EXERCISE INSTRUCTIONS ▸ Your response must be made up of each line in the data below that contains the string "DataArray".

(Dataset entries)

import { expect, test } from 'vitest';
import type { DataArray, ResultData } from './result-data.ts';
import { viewsByDims } from './views-by-dims.ts';

const array = (name: string, dims: string[], shape: number[], values: number[]): DataArray => ({
  name,
  dims,
  shape,
  unit: 'eV',
  values: Float64Array.from(values),
});
const arrays = [
  array('energyEv', ['energy'], [3], [1, 2, 3]),
  array(
    'angleDeg',
    ['angle'],
    [30],
    Array.from({ length: 30 }, (_, i) => i),
  ),
  array('conductance', ['energy'], [3], [4, 5, 6]),
  array(
    'transmission',
    ['energy', 'angle'],
    [3, 30],
    Array.from({ length: 90 }, (_, i) => i),
  ),
  array('bands', ['energy', 'band'], [3, 2], [1, 2, 3, 4, 5, 6]),
  array('bandsValid', ['energy', 'band'], [3, 2], [1, 1, 1, 0, 1, 1]),
  array('loose', ['nowhere', 'angle'], [3, 30], []),
];
const data: ResultData = {
  body: { model: 'a-model-without-plots', parameters: {}, numerics: {} },
  arrays: new Map(arrays.map((entry) => [entry.name, entry])),
};

test('arrays whose places are in the result are drawn, the rest is left out', () => {
  expect(viewsByDims('a-model-without-plots', arrays).map(({ id }) => id)).toEqual([
    'conductance',
    'transmission',
    'bands',
  ]);
});

test('few rows are lines with holes where an entry is not there, many rows are a map', () => {
  const [, map, lines] = viewsByDims('a-model-without-plots', arrays);
  const bands = lines?.build(data);
  expect(bands?.plot.marks).toHaveLength(2);
  expect(bands?.plot.marks[1]).toMatchObject({ kind: 'line', x: [1, 2, 3], y: [2, Number.NaN, 6] });
  expect(bands?.targets.x).toHaveLength(5);
  expect(bands?.table.cell(1, 2)).toBe('not there');
  expect(map?.build(data).plot.marks[0]).toMatchObject({ kind: 'cells' });
});
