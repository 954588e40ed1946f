import { formatNumber, type Geometry, round } from '@nightcone/drawing';

/** 1 px of ink through the place; both axes carry the value in an ink tag. `reach`: px beyond the right end. */
export function CrossHair({ geometry, x, y, reach }: { geometry: Geometry; x: number; y: number; reach: number }) {
  const { data } = geometry;
  const px = round(geometry.toX(x));
  const py = round(geometry.toY(y));
  const xText = formatNumber(x * geometry.x.factor, 4);
  const yText = formatNumber(y * geometry.y.factor, 5);
  const end = reach > 0 ? geometry.size.width + reach : data.x + data.width;
  return (
    <g className="pointer-events-none">
      <path d={`M${geometry.y.at},${py}H${end}M${px},${data.y}V${geometry.x.at}`} className="stroke-ink" fill="none" />
      <circle cx={px} cy={py} r={4.5} fill="var(--ground)" strokeWidth={2} className="stroke-ink" />
      <Tag x={Math.max(0, geometry.y.at - 12 - yText.length * 7.3)} y={py - 8} text={yText} />
      <Tag x={px - (xText.length * 7.3 + 12) / 2} y={geometry.x.at + 5} text={xText} />
    </g>
  );
}

function Tag({ x, y, text }: { x: number; y: number; text: string }) {
  return (
    <>
      <rect x={x} y={y} width={text.length * 7.3 + 12} height={17} className="fill-ink" />
      <text x={x + 6} y={y + 12.5} fontSize={12} className="fill-ground font-mono font-semibold">
        {text}
      </text>
    </>
  );
}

SOLUTION TO THIS TASK ▸
import type { DataArray, ResultData } from './result-data.ts';
const array = (name: string, dims: string[], shape: number[], values: number[]): DataArray => ({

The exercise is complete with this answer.